The design of VM based on FPGA implementation using Kogge Stone Adder has been compared with the design of Booth Multiplier implemented. The VMs of 4/8/16 bit has been designed using Kogge Stone Adders of 4/6/8/12/16/24 bit. The Booth Multiplier has also been implemented using the logic in Figure 6. The multipliers have been implemented in Xilinx ISE 14.4. The FPGA implementation has been done in Spartan 6 with the device name as Xc6slx45, package csg324,and speed grade of -3.
It has been found that the delay in Vedic Multiplier (VM) according to synthesis report, is more comparable to Booth Multiplier (BM) as obtained in Table 2. The delay is 9.813 ns for 4 bit VM whereas it is 10.867 ns for BM (4 bit). It can be concluded that for lesser number of bits i.e. 4 bit VM and BM the delay is more in BM, however as the number of bits of multipliers increases as for 8/16 bit VM and BM, the delay is more in VM compared to BM. The delay found in 8 bit VM is 15.713 ns whereas for 8 bit BM it is 11.267 ns. Also for 16 bit VM, the delay is more in VM (27.499 ns) compared to 16 bit BM (13.702 ns) as obtained in the synthesis report of Table 2. The levels of logic obtained in BM is very less compared to VM and thus the synthesis delay based on the hardware. The simulation in BM takes a large waiting time i.e. the output does not respond instantaneously to the change in inputs. There is a minimum wait period of 120 ns, 200 ns, 360 ns for 4, 8,16 bit BM. The BM is a sequential circuit, where the output is obtained when the count value, reaches its maximum value till then the output is in high impedance state or in the waiting period. This is not the case with VM as it is a combinational circuit the output changes immediately with respect to the change in input, there is no waiting period required as in BM. It can thus be concluded that the BM is slower compared to VM.

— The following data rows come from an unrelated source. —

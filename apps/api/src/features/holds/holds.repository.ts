import { Injectable } from '@nestjs/common';
import { discards, holds } from '@wetside/db';
import { and, eq } from 'drizzle-orm';
import type { Tx } from '../../platform/database/database.js';

@Injectable()
export class HoldsRepository {
  async insertHold(tx: Tx, row: typeof holds.$inferInsert): Promise<void> {
    await tx.insert(holds).values(row);
  }

  async insertDiscard(tx: Tx, row: typeof discards.$inferInsert): Promise<void> {
    await tx.insert(discards).values(row);
  }

  async bottlesOf(tx: Tx, darkroomId: string, actionId: string): Promise<string[]> {
    const held = await tx
      .select({ id: holds.bottleId })
      .from(holds)
      .where(and(eq(holds.darkroomId, darkroomId), eq(holds.actionId, actionId)));
    const discarded = await tx
      .select({ id: discards.bottleId })
      .from(discards)
      .where(and(eq(discards.darkroomId, darkroomId), eq(discards.actionId, actionId)));
    return [...held, ...discarded].map((row) => row.id);
  }
}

The VM of different bit lengths (4/8/16 bit) has been designed using Kogge Stone Adders of varying bit lengths requiring higher bits (4/6/8/12/16/24 bit). The BM has been implemented using the flowchart illustrated in Figure 6 and thus it requires the bits of adders that are equal to bit implementation of BM. The number of passes required to implement BM is equal to the number of bits required to represent the multiplicand and multiplier. The MSB bit represents the sign of the number. For example -5 is represented as 011, i.e. minimum three bits and one MSB bit represents its sign as 1011 (-5) in 2's complement notation. The synthesis delay in BM is therefore much less compared to VM (parallel implementation of KSA of higher bit lengths). BM is used to multiply two unsigned as well as signed binary numbers whereas the VM multiplied only unsigned binary numbers, The negative number is stored in 2's complement notation in multiplier (Q) numbers with MSB as sign bit ('1') to represent negative number and positive in multiplicand (M) to multiply two signed binary numbers in Booth algorithm, when both numbers are negative Q and M stores the 2's complement of the numbers with MSB as sign bit ('1') to represent negative number. However the simulation time required in getting the output is much more in BM due to the clock period, whereas the VM responds immediately to the change in input. Therefore, the design used for multiplication should be based on Vedic sutras like Urdhva Trigbhyam (one of the most efficient sutra) which is used here and the fastest PPA, i.e. Kogge Stone Adder.